Here are some thoughts on how to improve this further

Code Organization

The current script is hard to navigate because it mixes logic, utils, all together.
Can you split the code?

Error Handling:

In main_code, the try-except block silently catches all exceptions without specifying the error type. This can mask issues unrelated to file opening.
Solution:
Catch specific exceptions like FileNotFoundError or IOError:

try:
    with open("{full_input_pkl_path}", "rb") as file:
        inputs = pickle.load(file)
except FileNotFoundError:
    with open("{input_pkl_file}", "rb") as file:
        inputs = pickle.load(file)
  1. Redundant Code
    There is repetitive code, especially for string manipulations and conditions like:
if node.op != "placeholder" and node.op != "output":

Maybe create a function to encapsulate repetitive logic:

def is_valid_node(node):
    return node.op not in ["placeholder", "output"]

Documentation

Consider adding docstrings

def rename_nodes(graph, prefix):
    """
    Renames nodes in the graph to prevent conflicts with wrapper or built-in functions.

    Args:
        graph: The computational graph to process.
        prefix: A string prefix for renaming.

    Returns:
        The modified graph with renamed nodes.
    """
    for node in graph.nodes:
        if node.op not in ["placeholder", "output"]:
            opname = str(node.target) if str(node.target).startswith("aten.") else node.target.__name__
            if not opname.startswith(("aten.", "ttnn.")):
                node._rename(f"{prefix}_{node.name}")
    return graph

inspect.getsource Edge Cases

I am minorly concerned abotu using inspect.getsource() with an assumtion that the target function is always accessible and valid.
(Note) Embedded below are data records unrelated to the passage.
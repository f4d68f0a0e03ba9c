import Link from 'next/link';
import { Button } from './button';
import { Disclosure } from './disclosure';

type Props = {
  name: string;
  groupName: string | null;
  role: string;
  links: readonly { href: string; label: string }[];
  signOut: () => Promise<void>;
};

/** Who is signed in, for which group, and the way out. */
export function PersonMenu({ name, groupName, role, links, signOut }: Props) {
  return (
    <Disclosure
      summaryClass="hover:bg-line/50 flex min-h-11 items-center gap-2 rounded-md px-2"
      summary={
        <>
          <span
            className="bg-straw inline-flex size-7 items-center justify-center rounded-full text-sm font-medium text-[#12162a]"
            aria-hidden="true"
          >
            {initials(name)}
          </span>
          <span className="max-w-40 truncate text-sm max-sm:sr-only">{name}</span>
        </>
      }
    >
      <div className="bg-panel border-line absolute right-0 z-30 mt-1 grid w-72 max-w-[calc(100vw-2rem)] gap-3 rounded-lg border p-4 shadow-lg">
        <div>
          <p className="font-medium">{name}</p>
          <p className="text-muted text-sm">
            {role}
            {groupName ? `, ${groupName}` : ''}
          </p>
        </div>
        <ul className="grid gap-1.5">
          {links.map(({ href, label }) => (
            <li key={href}>
              <Link href={href} className="prose-link text-sm">
                {label}
              </Link>
            </li>
          ))}
        </ul>
        <form action={signOut}>
          <Button type="submit" size="small">
            Sign out
          </Button>
        </form>
      </div>
    </Disclosure>
  );
}

const initials = (name: string): string =>
  name
    .split(/\s+/)
    .map((part) => part[0] ?? '')
    .slice(0, 2)
    .join('')
    .toUpperCase();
If node.target is a dynamically created or non-source-mapped function, it may fail.

Verbose Debug Printing

There are many print() statements for debugging (print("aten graph args:", arg_nodes)), which might clutter outputs in production. Use Python's logging module for more controlled logging:

import logging
logging.basicConfig(level=logging.INFO)
logger = logging.getLogger(__name__)

logger.info("aten graph args: %s", arg_nodes)

Now you can control verbosity using:

python script.py --log-level DEBUG

List Operations

List comprehensions and dictionary lookups (like compute_key) are repeated within loops. Cache results outside loops.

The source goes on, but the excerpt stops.